IP ACLs - As above, locking your API network connections down to a particular IP access control list (ACL) can offer an additional layer of protection.
Key-Based Authentication - Using key-based authentication instead of password-based authentication is recommended.
Certificate Monitoring - Have in place a solution for managing certificate renewals and/or expiration warnings. This will prevent system downtime. There are third-party solutions out there that can completely automate the renewal/reinstallation of certificates for you.
Continuous Log scanning
Even legacy components of your EDMS probably have some facility for logging events. Ideally, you’d aggregate all log events to a common logging system to speed review and correlation. On top of a centralized location, you can add a system like a security information and event monitoring (SIEM) solution to bring to your attention any anomalies or concerns that it may find in the system. It’s common for particular sectors to require regular monitoring of event logs. Additionally, many log systems can also alert on and/or scrub logs of sensitive information (credit card numbers, etc) in case you’ve accidentally sent some sensitive data into a log – in fact this sort of feature is often a part of many data leakage protection (DLP) systems that the larger organization may consider in its security program. Your policies may require this degree of data protection, especially if your security logs are monitored by a third-party.

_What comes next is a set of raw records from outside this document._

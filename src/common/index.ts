export { InputError, isInputError, checkNumber } from './errors.ts';
export { DEG, degToRad, radToDeg, wrapAxialDeg, wrapAxialRad, axialDiffDeg } from './angles.ts';
export type { Plane } from './plane.ts';
export { makePlane } from './plane.ts';
export { withDefaults } from './options.ts';
export type { Rect } from './rect.ts';
export { parseRect, rectText, checkRectInside, rectMask } from './rect.ts';
export { bilinear, clampedBilinear, median } from './sampling.ts';
export { combineUncertainties, coverageFactor, type UncertaintyComponent } from './gum.ts';
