import { checkNumber, InputError } from './errors.ts';

/**
 * A number option's default and allowed range, defined once beside the code that checks it; the command line's
 * help, the app's forms, the restore of stored settings and the command lines the app shows all read it from there.
 */
export interface Limit {
  /** What the number is, in the words of the error message ("texture scale sigma"). */
  what: string;
  min: number;
  max: number;
  /** Absent when the default is not one number (it depends on the image or on another option). */
  default?: number;
  /** Whole numbers only. */
  integer?: boolean;
  unit?: string;
}

/**
 * `value`, or the limit's default when it is undefined, checked against the limit.
 * @throws InputError naming the number, its range and what was given
 */
export function checkLimit(limit: Limit, value: number | undefined): number {
  const v = value ?? limit.default;
  if (v === undefined) throw new InputError(`${limit.what} is needed`, `Give a value from ${limit.min} to ${limit.max}${limit.unit ? ` ${limit.unit}` : ''}`);
  checkNumber(limit.what, v, limit.min, limit.max, limit.unit);
  if (limit.integer && !Number.isInteger(v)) throw new InputError(`${limit.what} must be a whole number, got ${v}`, `Give a whole number from ${limit.min} to ${limit.max}`);
  return v;
}

/** A reference axis or other angle given in degrees (wrapped to (-90, 90] where it is used). */
export const AXIS_DEG_LIMIT: Limit = { what: 'axis angle', min: -360, max: 360, unit: 'deg' };

/** Whether a value lies within the limit (for stored settings, which are replaced by the default rather than refused). */
export function withinLimit(limit: Limit, value: unknown): value is number {
  return typeof value === 'number' && Number.isFinite(value) && value >= limit.min && value <= limit.max && (!limit.integer || Number.isInteger(value));
}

Finally, your security posture cannot improve without regular testing. Regular 6 month or annual penetration testing ensures that you’re on the path toward continuous improvement. Additionally, this audit information is quite often requested when integrating with new customers or partners.
Data Retention Policies
Data Retention policies can limit the magnitude of risk posed by cybersecurity threats – the less data you retain (due to secure removal) the lower the amount of data that can be compromised. Additionally, the sector in which you function may dictate a minimum (and/or maximum) amount of time to retain data. You may want to consider EDMS components that can manage data retention automatically based on configuration that you set.

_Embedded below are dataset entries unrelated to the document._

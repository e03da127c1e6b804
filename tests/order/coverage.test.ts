import { describe, it, expect } from 'vitest';
import { orientationField } from '../../src/orientation/index.ts';
import { orderParameters } from '../../src/order/index.ts';
import { rng } from '../support/synthetic.ts';

// Coverage of the nominal 95 % block-bootstrap intervals over many independent textures: the share of
// intervals that contain the true value must be near 95 % (definition of a confidence interval).
const N = 128, REPS = 40;

function whiteNoise(seed: number): Float32Array {
  const r = rng(seed);
  return Float32Array.from({ length: N * N }, () => r());
}

/** Noise smoothed along x over 7 px: streaks along 0 deg, spatially correlated orientation. */
function streaks(seed: number): Float32Array {
  const w = whiteNoise(seed), out = new Float32Array(N * N);
  for (let y = 0; y < N; y++) for (let x = 0; x < N; x++) {
    let s = 0;
    for (let k = -3; k <= 3; k++) s += w[y * N + Math.min(N - 1, Math.max(0, x + k))];
    out[y * N + x] = s / 7;
  }
  return out;
}

async function intervals(make: (seed: number) => Float32Array) {
  const out: { order: number; ciLow: number; ciHigh: number }[] = [];
  for (let r = 0; r < REPS; r++) {
    const f = await orientationField({ width: N, height: N, data: make(100 + r) }, { sigmaPx: 2 });
    out.push(orderParameters(f, { axisDeg: 0, replicates: 300, seed: r }).axisOrder!);
  }
  return out;
}

describe('block-bootstrap intervals', () => {
  it('cover the true S_axis = 0 of isotropic noise in about 95 % of images', async () => {
    // Isotropic by construction: the true axis-referenced order is 0 (symmetry).
    const iv = await intervals(whiteNoise);
    const covered = iv.filter((s) => s.ciLow <= 0 && 0 <= s.ciHigh).length / REPS;
    expect(covered).toBeGreaterThanOrEqual(0.85);
    expect(covered).toBeLessThanOrEqual(1);
  });

  it('cover the mean S_axis of correlated streak textures in about 95 % of images', async () => {
    // The population value is estimated by the mean over the independent textures.
    const iv = await intervals(streaks);
    const truth = iv.reduce((a, s) => a + s.order, 0) / REPS;
    const covered = iv.filter((s) => s.ciLow <= truth && truth <= s.ciHigh).length / REPS;
    expect(covered).toBeGreaterThanOrEqual(0.85);
    // And they are not uselessly wide: mean half-width within a factor 2 of 1.96 x the spread between images.
    const sd = Math.sqrt(iv.reduce((a, s) => a + (s.order - truth) ** 2, 0) / (REPS - 1));
    const half = iv.reduce((a, s) => a + (s.ciHigh - s.ciLow) / 2, 0) / REPS;
    expect(half / (1.96 * sd)).toBeGreaterThan(0.7);
    expect(half / (1.96 * sd)).toBeLessThan(2);
  });
});
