/**
 * The cells the direction lines draw (cellOrders) are the order statistics of src/order: each cell's director
 * and S_2D equal orderParameters' point estimates for that cell as a region, with the coherency (texture) or
 * confidence (optical reading) weighting.
 */
import { describe, expect, it } from 'vitest';
import { cellOrders, orderParameters, seededRandom } from '../../src/order/index.ts';
import type { OrientationField } from '../../src/orientation/types.ts';
import { fieldOf } from '../support/fields.ts';
import { directionLines } from '../../app/worker/pictures.ts';

/** Angles scattered about a direction that drifts across the image, weights in (0, 1), some pixels masked. */
function scattered(method: OrientationField['method'], seed: number): OrientationField {
  const rand = seededRandom(seed);
  const f = fieldOf(36, 24, (x, y) => 10 + 2 * x - y + 40 * (rand() - 0.5), () => 0.05 + 0.95 * rand());
  for (let i = 0; i < f.mask.length; i++) if (rand() < 0.1) f.mask[i] = 0;
  return { ...f, method, ambiguity: 'none' };
}

/** A mask of one cell of the grid. */
function cellMask(f: OrientationField, x0: number, y0: number, cell: number): Uint8Array {
  const m = new Uint8Array(f.width * f.height);
  for (let y = y0; y < y0 + cell; y++) m.fill(1, y * f.width + x0, y * f.width + x0 + cell);
  return m;
}

describe('cellOrders', () => {
  for (const [method, weighting] of [['texture', 'coherency'], ['plate', 'confidence']] as const) {
    it(`gives orderParameters' director and S_2D of each cell (${method} field, ${weighting} weights)`, () => {
      const f = scattered(method, method === 'texture' ? 3 : 4);
      const cell = 6;
      const cells = cellOrders(f, cell, 0);
      // 36 x 24 px in 6-px cells: 6 x 4 whole cells (construction).
      expect(cells).toHaveLength(24);
      for (const c of cells) {
        const x0 = c.x + 0.5 - cell / 2, y0 = c.y + 0.5 - cell / 2;
        const s = orderParameters(f, { weighting, region: cellMask(f, x0, y0, cell), blockPx: cell });
        expect(c.order2D).toBeCloseTo(s.order2D.order, 5);
        // Directors compared as axes (mod 180 deg).
        const d = ((c.directorDeg - s.directorDeg) % 180 + 270) % 180 - 90;
        expect(Math.abs(d)).toBeLessThan(1e-3);
      }
    });
  }

  it('leaves out a cell that is almost all masked, and draws each usable cell\'s direction', () => {
    // Left half: every pixel at 30 deg; right half masked but for one stray pixel per 10 x 10 cell (construction).
    const f = fieldOf(80, 40, (x) => (x < 40 ? 30 : 0), () => 0.9);
    for (let y = 0; y < 40; y++) for (let x = 40; x < 80; x++) f.mask[y * 80 + x] = x % 10 === 3 && y % 10 === 3 ? 1 : 0;
    const lines = directionLines(f, 8);
    // 80 px over 8 cells: 10 px cells, 4 x 4 on the usable left half, none on the masked right half.
    expect(lines).toHaveLength(16);
    for (const l of lines) {
      expect(l.x).toBeLessThan(40);
      expect(l.angleDeg).toBeCloseTo(30, 4);
      expect(l.order2D).toBeCloseTo(1, 6);
    }
  });
});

As more of your EDMS components are cloud-based, you may be passing more of your cybersecurity risk onto your vendors, hoping they’re taking the appropriate measures to secure your data. Do right by your organizations (and what may be required by regulators) – ask vendors for information on their security programs. Whether you build a cybersecurity due-diligence questionnaire (there are good templates available) or opt for an industry-standard audit report like a SOC-2, you need to understand what policies, procedures and controls are in place with your vendors to protect your data. Once you have this, you can decide how to mitigate any organizational risks that may be revealed.
Backup and Recovery
Delivering your firm’s data in a reliable manner requires preparing for disaster and data loss. Ensure you have a backup and recovery plan in place for your data. Newer, cloud-based EDMS are likely to take advantage of built-in backup/recovery solutions offered by cloud providers transparently. As an example, a document warehouse may persist its data to AWS S3 across multiple regions for durability and fault-tolerance. On-prem solutions will naturally require more planning for backup and recovery efforts. Ensure your disaster recovery solution involves geographic separation, whether it’s spreading your systems across multiple AWS regions or replicating data between your geographically-dispersed data centers.